The best espresso tampers are to baristas like what sneakers are to sneaker-heads.
They're addictive to collect, look boss, and vary dramatically in price.
But tampers also serve a very practical purpose.
Anyone that knows a thing or two about making espresso knows a good tamper is important as it allows you to exert consistent pressure during the tamping motion, which is crucial for achieving a level tamp.
This lets you to replicate your results and eliminate a core variable in the coffee making process. You can see me using my tamper to get a nice, level tamp.
In this guide we're getting into the nitty-gritty of what to look out for when when getting your first espresso tamper and answering all those minute barista debates.
But for those who want a quick recommendation below you'll find my list of the best coffee tamper picks to up your barista game and pimp out your work station.
There are some very sexy tampers out there...
Best Espresso Tamper: Top 4
Read on to learn everything you need to know when buying a coffee tamper and how to make sure it's the right fit for your espresso machine.
How To Pick The Best Coffee Tamper?
The qualities of a good tamper are pretty straight forward:
- The base diameter must match your portafilter - e.g. 58mm, 51mm tamper.
- It should have a good weight - I like tampers over 200g.
- The base must be food grade stainless steel.
- The handle should be ergonomic and sturdy to hold.
Other than that the rest mostly comes down to personal preference.
Some people like wooden handles, others like all stainless steel, and some are advocates of calibrated tampers.
However try to avoid anything aluminium as they're too light and tend to rust over time, and be on the look out on stainless steel coated materials as they'll start chipped away a couple weeks into use.
Do I even have to mention plastic tampers? Just say no.
To avoid poorly built tampers you should try to get a tamper that costs above the $30 mark. At this price point you'll get a stainless steel base with a basic but sturdy handle.
Motta Espresso Tamper
I recommend the Motta flat tamper as a good beginner tamp for a reasonable price. It comes in 58mm and 51mm sizes.
But as with all matters relating to coffee discussions about espresso tampers can get really technical and debated to the end of the earth.
Next up I'm going to be answering some key questions and debates about the best espresso tampers out there.
Flat vs Convex Base Tamper
If you read any articles about coffee you would have discovered baristas get into all sorts of debates about what type of technique is best.

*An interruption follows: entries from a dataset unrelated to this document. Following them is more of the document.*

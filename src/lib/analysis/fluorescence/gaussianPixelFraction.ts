import { errorFunction } from 'simple-statistics';

/**
 * Fraction of a unit-integral 2-D isotropic Gaussian that falls inside one square pixel.
 *
 * The pixel spans [dx − ½, dx + ½] × [dy − ½, dy + ½] relative to the Gaussian's centre; the fraction is the
 * product of two 1-D normal-CDF differences. Summed over all pixels it gives 1, so a model built from it has
 * amplitudes in total (photometric) counts.
 *
 * @param dxPx - pixel centre minus Gaussian centre, column direction (px)
 * @param dyPx - pixel centre minus Gaussian centre, row direction (px)
 * @param sigmaPx - Gaussian standard deviation (px)
 * @returns fraction of the total in that pixel (0–1)
 */
export function gaussianPixelFraction(dxPx: number, dyPx: number, sigmaPx: number): number {
  const k = 1 / (Math.SQRT2 * sigmaPx);
  const fx = 0.5 * (errorFunction((dxPx + 0.5) * k) - errorFunction((dxPx - 0.5) * k));
  const fy = 0.5 * (errorFunction((dyPx + 0.5) * k) - errorFunction((dyPx - 0.5) * k));
  return fx * fy;
}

Well let me introduce you to another fierce debate in the coffee making community - flat vs convex tamper bases.
Coffee geeks are a fickle bunch.
The short story is that there's two types of tamper bases you can choose from:
- Flat tamper bases; and
- Convex tamper bases.
As the name suggests flat tamper based are flat. This means that the entire base of the tamper is flush and in full contact with the coffee in your portafilter.
Convexed tampers on the other hand have a slight rise starting from the centre of the base moving towards the circumference.
So...what's the debate about?
It all comes down to which style of base does a better job at producing a consistent tamp that prevents "channelling."
A consistent tamp allows for even distribution of the water during the espresso extraction process which in turn eliminates any risk of channelling.
Advoates of convex tampers say they better prevent channeling as the slight incline on convex tampers pushes coffee towards the edges of the portafilter, which prevents water from channelling along the sides as coffee blocks its path.
Flat tamper lovers say that as long as you have good technique a convex tamper doesn't matter, further a flat tamper produces a slightly more flush tamp that may arguably result in a more even extraction.
As you can see these are very minute differences.
Personally I like using flat tampers over convex. This is simply due to personal preference as I like the feel of them when tamping - although I may be in the minority. But you can get just as good results with convex tampers.
What of tamper base do you prefer? Let us know in the comments below.
The Importance of Tamper Weight
I remember when I bought my first proper tamper for my espresso machine. As soon as I picked it up and felt some real weight in my hand I thought, "how on earth was I using my stock tamper for so long!"
Weight makes all the difference in my opinion.
Not only does it help you compress the coffee, but it also assists you in achieving a consist tamp motion when pressing down on your espresso tamping mat.
So you should always opt for a nice heavy tamper - the experience is night and day when compared to your stock plastic one.
Are Calibrated Tampers Better?
Calibrated tampers have a spring resistant mechanism between the tamper base and the handle.
The theory behind this is to force everyone in a cafe to exert the same pressure when tamping coffee.
But are they better than normal analogue tampers? Not necessarily.
As a good heavy tamper used by competent baristas will achieve the same results, plus you don't see any of the top baristas at the world coffee championships using calibrated tamps.
However there are situations where a calibrated tamper may be a better fit for you compared to normal tampers.
Espro Calibrated Tamper
The Espro calibrated tamper is one of the original spring tampers popular with cafe owners. They come in both flat and convex style.
For example if you own a cafe with several baristas tending to a espresso machine throughout the day, a calibrated tamper will help your team achieve uniformity in their tamping technique.
This means less grind adjustments and more coffee being sold to customers, rather than being wasted trying to adjust the coffee grind between baristas.